The mixing will occur even with a stratified tank - for example, as you take heat out of the top of the tank, the water will cool and fall, being replaced by warmer water that was just below it.

The key to greatest efficiency is for that to happen at exactly the rate that you are extracting heat.  Never going to actually achieve that goal, but the closer you get, the better the efficiency.

Using an external heat exchanger, you can try to minimize the the "mixing" by using a small pump and a large heat exchanger, relying on heat exchanger surface area, rather than a high water flow rate, to achieve heat transfer.

Or you can skip the whole reversing deal and just install a big pump and mix the tank, so you work based on the average water temp, not the stratified temp.  Lower efficiency, but simplified installation.

Joe


----------



## tuolumne (Dec 18, 2007)

It seems to me that "injecting" the storage water at the bottom of the tank and removing it from the top would be best.  Won't the warmer water move to the top?  If the pump is below the tank water level will that minimize the low water problem?


----------



## rreihart (Dec 18, 2007)

Kirk,  I assume you're talking about unpressurized tanks.  If pressurized, I'd be interested in a 300 gallon size.


----------



## Burn-1 (Dec 18, 2007)

Eric Johnson said:
			
		

> If I had it to do all over again, I'd take a closer look at pressurized hot water storage.



Eric,

Tim Brown at Windy Ridge sells these Kaukora accumulator tanks from Finland to go with the Kaukora boilers he sells. They're pressurized but pretty expensive, I think the 400 gallon one is about ~$3,500 or almost $9/gallon!. The natural draft downdraft small boiler he sells is only about $2,800 or so. It's a nice oval setup to go through doors and a tall shape with top and bottom fittings to get good stratification.


----------



## Eric Johnson (Dec 18, 2007)

Not only that, but it's an "Energy Storage Battery." Makes about as much sense as most Finnish translations. Some of my friends from Finland speak what I call "Finnbonics," i.e., "You must to ski!" Sub in the words "sauna" and "drink" and that about sums up my exposure to Finland.

I'll have to try to talk Tim into bringing one of those boilers up to our show in Essex Jct. next May. Either that or stop in and check one out next time I get through Tamworth.

Is it similar to the other Euro gasifiers, Burn-1?


----------



## tkirk22 (Dec 18, 2007)

rreihart said:
			
		

> Kirk,  I assume you're talking about unpressurized tanks.  If pressurized, I'd be interested in a 300 gallon size.



They are thin wall so suppose they would be for an unpressurized use.

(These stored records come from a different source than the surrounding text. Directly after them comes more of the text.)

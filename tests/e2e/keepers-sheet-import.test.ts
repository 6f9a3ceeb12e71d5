// A keeper's own spreadsheet at 360 px: no group or stage column, sexes as F/M/unsexed/?, sizes
// in inches, centimetres and `4"`, dates as 03/04/2025 and 2025-4-3. The keeper answers the two
// questions the file leaves open, sees "4 of 4 rows ready" and every row is imported as meant.
import fs from 'node:fs';
import os from 'node:os';
import path from 'node:path';
import type { Page } from 'playwright-core';
import { afterAll, describe, expect, it } from 'vitest';
import type { AnimalListResponse } from '#shared/schemas/animals';
import { demoCollectionId } from '../../server/seed/demo';
import { KEEPERS_SHEET } from '../fixtures/keepers-sheet';
import { expectAccessible, phonePage, screenshot, signInAsDemo, useE2e } from './support';

const env = useE2e();
const tmp = fs.mkdtempSync(path.join(os.tmpdir(), 'rackside-sheet-'));
afterAll(() => fs.rmSync(tmp, { recursive: true, force: true }));

/** The theme as Settings sets it: on <html> and remembered on the device. */
async function showTheme(page: Page, theme: 'light' | 'dark' | 'night') {
  await page.evaluate((t) => {
    document.documentElement.dataset.theme = t;
    localStorage.setItem('rackside.theme', t);
  }, theme);
}

describe('importing a keeper’s own spreadsheet at 360 px', () => {
  it('asks only what the file leaves open, explains the rows that wait, and imports all four', async () => {
    const { page, consoleErrors } = await phonePage(env.browser);
    await signInAsDemo(page, env.server.baseUrl, 'owner@northlight.test');
    const file = path.join(tmp, 'my tarantulas.csv');
    // Names no demo animal has, so the list shows exactly what the import made.
    fs.writeFileSync(file, KEEPERS_SHEET);
    await page.goto(`${env.server.baseUrl}/import`);
    await page.getByLabel('Choose a CSV file').setInputFiles(file);

    // The columns are offered by plain names, and guessed from the keeper's headers.
    const species = page.getByLabel('Your “Species”');
    expect(await species.inputValue()).toBe('scientific_name');
    expect(await species.locator('option:checked').innerText()).toBe('Species (scientific name)');
    expect(await page.getByLabel('Your “Size”').locator('option:checked').innerText()).toBe('Size');
    expect(await page.getByText(/scientific_name|size_mm/).count()).toBe(0);

    // Before the two choices, each row says in words what it waits for.
    await expect.poll(() => page.getByText('0 of 4 rows ready; 4 need attention.').count()).toBe(1);
    const waiting = page
      .getByRole('list', { name: 'Rows that need attention' })
      .locator(':scope > li');
    expect(await waiting.count()).toBe(4);
    const tilly = await waiting.first().innerText();
    expect(tilly).toMatch(/^Line 2 · Tilly/);
    expect(tilly).toContain('Life stage: none given. Choose one above');
    expect(tilly).toContain('“03/04/2025” could be day first or month first.');
    for (const theme of ['light', 'dark', 'night'] as const) {
      await showTheme(page, theme);
      await expectAccessible(page, `import-questions-${theme}`, theme);
    }
    await screenshot(page, 'import-01-questions-night');

    await page.getByLabel('Life stage').selectOption('juvenile');
    await page.getByText('Day first', { exact: true }).click();
    expect(await page.getByRole('radio', { name: /^Day first/ }).isChecked()).toBe(true);
    await expect.poll(() => page.getByText('4 of 4 rows ready; 0 need attention.').count()).toBe(1);
    expect(await page.getByRole('list', { name: 'Rows that need attention' }).count()).toBe(0);
    const ready = page.getByRole('list', { name: 'Rows ready to import' }).locator(':scope > li');
    const previews = await ready.allInnerTexts();
    expect(previews).toHaveLength(4);
    // Each conversion is shown beside what the keeper wrote.
    expect(previews[0]).toMatch(
      /Tarantula, juvenile · Female · 127 mm \(5in\) · acquired .+ \(03\/04\/2025\)/,
    );
    expect(previews[1]).toContain('Male · 101.6 mm (4")');
    expect(previews[2]).toContain('Sex unknown · 20 mm (2 cm)');
    for (const theme of ['light', 'dark', 'night'] as const) {
      await showTheme(page, theme);
      await expectAccessible(page, `import-ready-${theme}`, theme);
      await screenshot(page, `import-02-ready-${theme}`);
    }

    await page.getByRole('button', { name: 'Import 4 rows' }).click();
    await expect
      .poll(() => page.getByText('Imported 4 animals.').count(), { timeout: 15_000 })
      .toBe(1);
    await expectAccessible(page, 'import-done');

    // Stored as meant: inches and centimetres in millimetres, the chosen day-first date.
    const collectionId = (await demoCollectionId(env.server.ctx.database.db))!;
    const { animals } = (await page.evaluate(
      async (u) => (await fetch(u, { headers: { 'X-Rackside-Client': '1' } })).json(),
      `/api/collections/${collectionId}/animals`,
    )) as AnimalListResponse;
    const imported = ['Tilly', 'Bram', 'Sprout', 'Dot'].map((name) => {
      const a = animals.find((x) => x.name === name)!;
      return [a.name, a.group, a.lifeStage, a.sex, a.sizeMm, a.acquiredOn];
    });
    expect(imported).toEqual([
      ['Tilly', 'tarantula', 'juvenile', 'female', 127, '2025-04-03'],
      ['Bram', 'tarantula', 'juvenile', 'male', 101.6, '2025-04-03'],
      ['Sprout', 'tarantula', 'juvenile', 'unknown', 20, '2025-04-03'],
      ['Dot', 'tarantula', 'juvenile', 'unknown', null, null],
    ]);
    expect(consoleErrors).toEqual([]);
  });
});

Sorry for the confusion.


----------



## Burn-1 (Dec 18, 2007)

Eric Johnson said:
			
		

> Is it similar to the other Euro gasifiers, Burn-1?

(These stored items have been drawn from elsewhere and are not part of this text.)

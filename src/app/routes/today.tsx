import { lazy, Suspense } from 'react';
import { formatLocalDate } from '#shared/domain/date-words';
import { localDateOf } from '#shared/domain/local-dates';
import { NoCollection } from '@/app/layout/no-collection';
import { useShell } from '@/app/layout/use-shell';
import { TodayRoundPanel } from '@/app/panels/today-round-panel';
import { Loading } from '@/components/ui/spinner';

// Owners see a notice when a helper reported something; loaded after the round, off the first bundle.
const RecentHelperReports = lazy(() =>
  import('@/features/cover/components/helper-reports-list').then((m) => ({
    default: m.RecentHelperReports,
  })),
);

// Room climate (alerts and the day's readings), loaded after the round, off the first bundle.
const ClimateToday = lazy(() =>
  import('@/features/climate/components/climate-today').then((m) => ({
    default: m.ClimateToday,
  })),
);
// Feeder colonies' care and today's prep list, for keepers: off the first bundle too.
const TodayColoniesPanel = lazy(() => import('@/app/panels/today-colonies-panel'));

// A helper's round adds the safety page, handover notes and cautions: loaded only for helpers.
const HelperRound = lazy(() =>
  import('@/app/panels/helper-round').then((m) => ({ default: m.HelperRound })),
);

export function TodayRoute() {
  const { me, collection } = useShell();
  if (!collection) return <NoCollection />;
  if (collection.role === 'helper') {
    return (
      <Suspense fallback={<Loading />}>
        <HelperRound me={me} collection={collection} />
      </Suspense>
    );
  }
  // The heading needs only the collection's zone, so it paints before the round is read (P2).
  return (
    <div className="flex flex-col gap-3">
      <h1 className="text-3xl font-extrabold">
        Today · {formatLocalDate(localDateOf(new Date(), collection.timeZone))}
      </h1>
      {collection.role === 'owner' && (
        <Suspense fallback={null}>
          <RecentHelperReports
            collectionId={collection.collectionId}
            timeZone={collection.timeZone}
          />
        </Suspense>
      )}
      <Suspense fallback={null}>
        <ClimateToday
          userId={me.user.id}
          collectionId={collection.collectionId}
          timeZone={collection.timeZone}
        />
        <TodayColoniesPanel
          userId={me.user.id}
          collectionId={collection.collectionId}
          timeZone={collection.timeZone}
        />
      </Suspense>
      <TodayRoundPanel
        userId={me.user.id}
        myName={me.user.displayName}
        collectionId={collection.collectionId}
        collectionName={collection.collectionName}
        openRecord
        buildsOffline
        photos
        keeper
      />
    </div>
  );
}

The one I saw on his floor is this ECOPUU 25, only abour 85k BTUs and given the forums preferences for common naming conventions I would call it a downdraft boiler. There is a secondary air intake and maybe some light off in the turbulators but no forced draft. It also only takes up to 14 inch wood which might affect some people's choice. The other boilers in the line are here and a couple these I would call gasifiers although in Finnbonics it's 'reversed combustion technique'. But none of these are near the BTU's of some of the bigger Orlan and Atmos models.


----------



## verne (Dec 18, 2007)

Im  going to use a 1000 gal propane vessel with eko 40 . Ive spoke to cozy dave and zennon. both agree this would match well. 
As long as you have room for the 16'long x 40" tank I cant see why it wouldnt be the most cost effective. I put a wanted add on my local freecyle .org for propane tanks and got a few replys . allthough i have decided on a new tank for ease of delivery etc.
the best price on new vessel is $1600 delivered. as for exspansion i was told to use a  40 gal expansion tank and set the bladder at 8 lbs. by zennon. other folks have stated that an 80 gal would be a better size . either way Amtrol Extrol 44, 62,86 gal range from $420-$520, Amtrol Therm-x-trol 44,62,86 gal $ 518- $ 585.Also i think dave told me $375. In the big picture of things $2000
-$2500 seems  affordable for heat storage .


----------



## Eric Johnson (Dec 18, 2007)

Not to mention the "improved and powerful driving water coil" in the 40KW version.


----------



## Grover59 (Dec 19, 2007)

This thread answered some of my questions, my direction that I am going in now is the dip tubes in the tank, I have thought about stratiication but I don't think it is a big deal. I already have a flat plate HX on the boiler loop to the oil fired boiler so I don't have to shut anything down to tie this in. I was going to use the same loop to the heart Hx to both charge up the tank and then pull heat out by reversing the flow. This would allow me to use the existing baseboard with the existing circulator on the oil fired boiler. However knowing that I would need to have a higher tank temp to really make the baseboard work and decrease the useable BTU's in the tank, I decided to use a total separate loop, to a water to air heat exchanger to use forced hot air.  This means that I would use 4 dip tubes in my tank, now after doing more reading and thinking, my best approach would be to use radiant floor heat from my tank. This would have to be the staple up type, and I believe that this would be the best way for me to go. 
Atl this time I have everything in place to do the forced hot air, so for now I will do that, but I will be spending the rest of this winter installing the radiant floor heat. I am in no rush, when I am all done I will be able to put heat to the house with the baseboard or the forced hot air or the radiant floor heat. 

Steve


----------



## Nofossil (Dec 19, 2007)

verne said:
			
		

> Im  going to use a 1000 gal propane vessel with eko 40 . Ive spoke to cozy dave and zennon. both agree this would match well.
> As long as you have room for the 16'long x 40" tank I cant see why it wouldnt be the most cost effective. I put a wanted add on my local freecyle .org for propane tanks and got a few replys . allthough i have decided on a new tank for ease of delivery etc.
> the best price on new vessel is $1600 delivered. as for exspansion i was told to use a  40 gal expansion tank and set the bladder at 8 lbs. by zennon. other folks have stated that an 80 gal would be a better size . either way Amtrol Extrol 44, 62,86 gal range from $420-$520, Amtrol Therm-x-trol 44,62,86 gal $ 518- $ 585.Also i think dave told me $375. In the big picture of things $2000
> -$2500 seems  affordable for heat storage .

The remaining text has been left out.